*** Record excerpts ***
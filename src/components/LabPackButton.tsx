import { useEffect, useState } from 'react';
import { LAB_FORMAT_LABEL, type LabPackView } from '~/lib/lab-pack';

type Props = {
  number: string;
  lineId: number;
  pack: LabPackView | null;
  /** Why the line cannot be prepared now; null when it can. */
  refusal: string | null;
};

const when = new Intl.DateTimeFormat('en-GB', { day: 'numeric', month: 'short', year: 'numeric', hour: '2-digit', minute: '2-digit', timeZone: 'UTC' });
const count = new Intl.NumberFormat('en-GB');

function megabytes(bytes: number): string {
  return `${(bytes / 1_000_000).toFixed(bytes < 10_000_000 ? 1 : 0)} MB`;
}

/** Seconds since `busy` became true, for the busy message. */
function useElapsed(busy: boolean): number {
  const [seconds, setSeconds] = useState(0);
  useEffect(() => {
    if (!busy) return;
    setSeconds(0);
    const started = Date.now();
    const timer = window.setInterval(() => setSeconds(Math.floor((Date.now() - started) / 1000)), 500);
    return () => window.clearInterval(timer);
  }, [busy]);
  return seconds;
}

/** One print line's lab pack on the Dispatch order page: prepare it, then download the file and the job sheet. */
export default function LabPackButton({ number, lineId, pack: initial, refusal }: Props) {
  const [pack, setPack] = useState(initial);
  const [busy, setBusy] = useState(false);
  const [error, setError] = useState<string | null>(null);
  const elapsed = useElapsed(busy);

  async function prepare() {
    setBusy(true);
    setError(null);
    try {
      const response = await fetch(`/api/dispatch/orders/${encodeURIComponent(number)}/lines/${lineId}/lab-pack`, {
        // JSON, like every API write here: a bodiless POST reads as a form post to Astro's origin check.
        method: 'POST', headers: { 'Content-Type': 'application/json' }, body: '{}',
      });
      const answer = await response.json().catch(() => null);
      if (response.ok && answer?.pack) setPack(answer.pack as LabPackView);
      else setError(answer?.error?.message ?? `The shop answered ${response.status}; nothing was changed.`);
    } catch {
      setError('The shop could not be reached; nothing was changed. Try again.');
    } finally {
      setBusy(false);
    }
  }

  return (
    <div className="mt-2 space-y-2 text-xs" data-testid="lab-pack">
      {pack && (
        <div className="rounded-sm border border-rule bg-paper-raised px-3 py-2" data-testid="lab-pack-ready">
          <p className="font-medium text-ink">Lab pack ready</p>
          <p className="text-ink-soft tabular-nums" data-testid="lab-pack-facts">
            {count.format(pack.widthPx)} × {count.format(pack.heightPx)} px at {pack.ppi} ppi · {LAB_FORMAT_LABEL[pack.format]} · {megabytes(pack.bytes)}
          </p>
          <p className="text-ink-soft">Prepared {when.format(new Date(pack.preparedAt))} UTC</p>
          <p className="mt-1 flex flex-wrap gap-x-4 gap-y-1">
            <a href={pack.fileUrl} download={pack.fileName} className="text-ember underline" data-testid="lab-pack-file">Print file</a>
            <a href={pack.sheetUrl} className="text-ember underline" data-testid="lab-pack-sheet">Job sheet (PDF)</a>
          </p>
          <p className="mt-1 break-all font-mono text-[0.7rem] text-ink-soft">{pack.fileName}</p>
        </div>
      )}
      {refusal ? (
        !pack && <p className="text-ink-soft" data-testid="lab-pack-refusal">{refusal}</p>
      ) : (
        <div className="flex flex-wrap items-center gap-3">
          <button type="button" className={pack ? 'btn-quiet px-3 py-1 text-xs' : 'btn-primary px-3 py-1 text-xs'} disabled={busy} aria-busy={busy} onClick={prepare}>
            {busy ? 'Preparing…' : pack ? 'Prepare again' : 'Prepare for the lab'}
          </button>
          {busy && (
            <span role="status" className="flex items-center gap-2 text-ink-soft">
              <span aria-hidden="true" className="inline-block h-3 w-3 animate-spin rounded-full border-2 border-rule border-t-ember" />
              Making the print file and job sheet{elapsed > 0 ? ` · ${elapsed} s` : ''}
            </span>
          )}
        </div>
      )}
      {error && <p role="alert" className="text-ember">{error}</p>}
    </div>
  );
}
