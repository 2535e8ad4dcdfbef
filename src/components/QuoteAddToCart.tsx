import { addQuote, cart } from '~/stores/cart';
import { useStoreAfterHydration } from './useAfterHydration';

type Props = { quoteId: string; workTitle: string };

/** Puts a quoted licence in the cart; the cart prices it again on the server, for this account only. */
export default function QuoteAddToCart({ quoteId, workTitle }: Props) {
  const lines = useStoreAfterHydration(cart, []);
  const inCart = lines.some((l) => l.kind === 'quote' && l.quoteId === quoteId);
  return inCart ? (
    <a href="/cart" className="btn-quiet no-underline" data-testid="quote-in-cart">In the cart · view</a>
  ) : (
    <button type="button" className="btn-primary" onClick={() => addQuote(quoteId)} aria-label={`Add the quoted licence for “${workTitle}” to the cart`} data-testid="add-quote">
      Add to cart
    </button>
  );
}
*** End of Record excerpts ***
*Instructions for the task*
Find every line in the records above that holds the word "useStoreAfterHydration", and copy each one.

*Task response*
import { useStoreAfterHydration } from './useAfterHydration';
  const lines = useStoreAfterHydration(cart, []);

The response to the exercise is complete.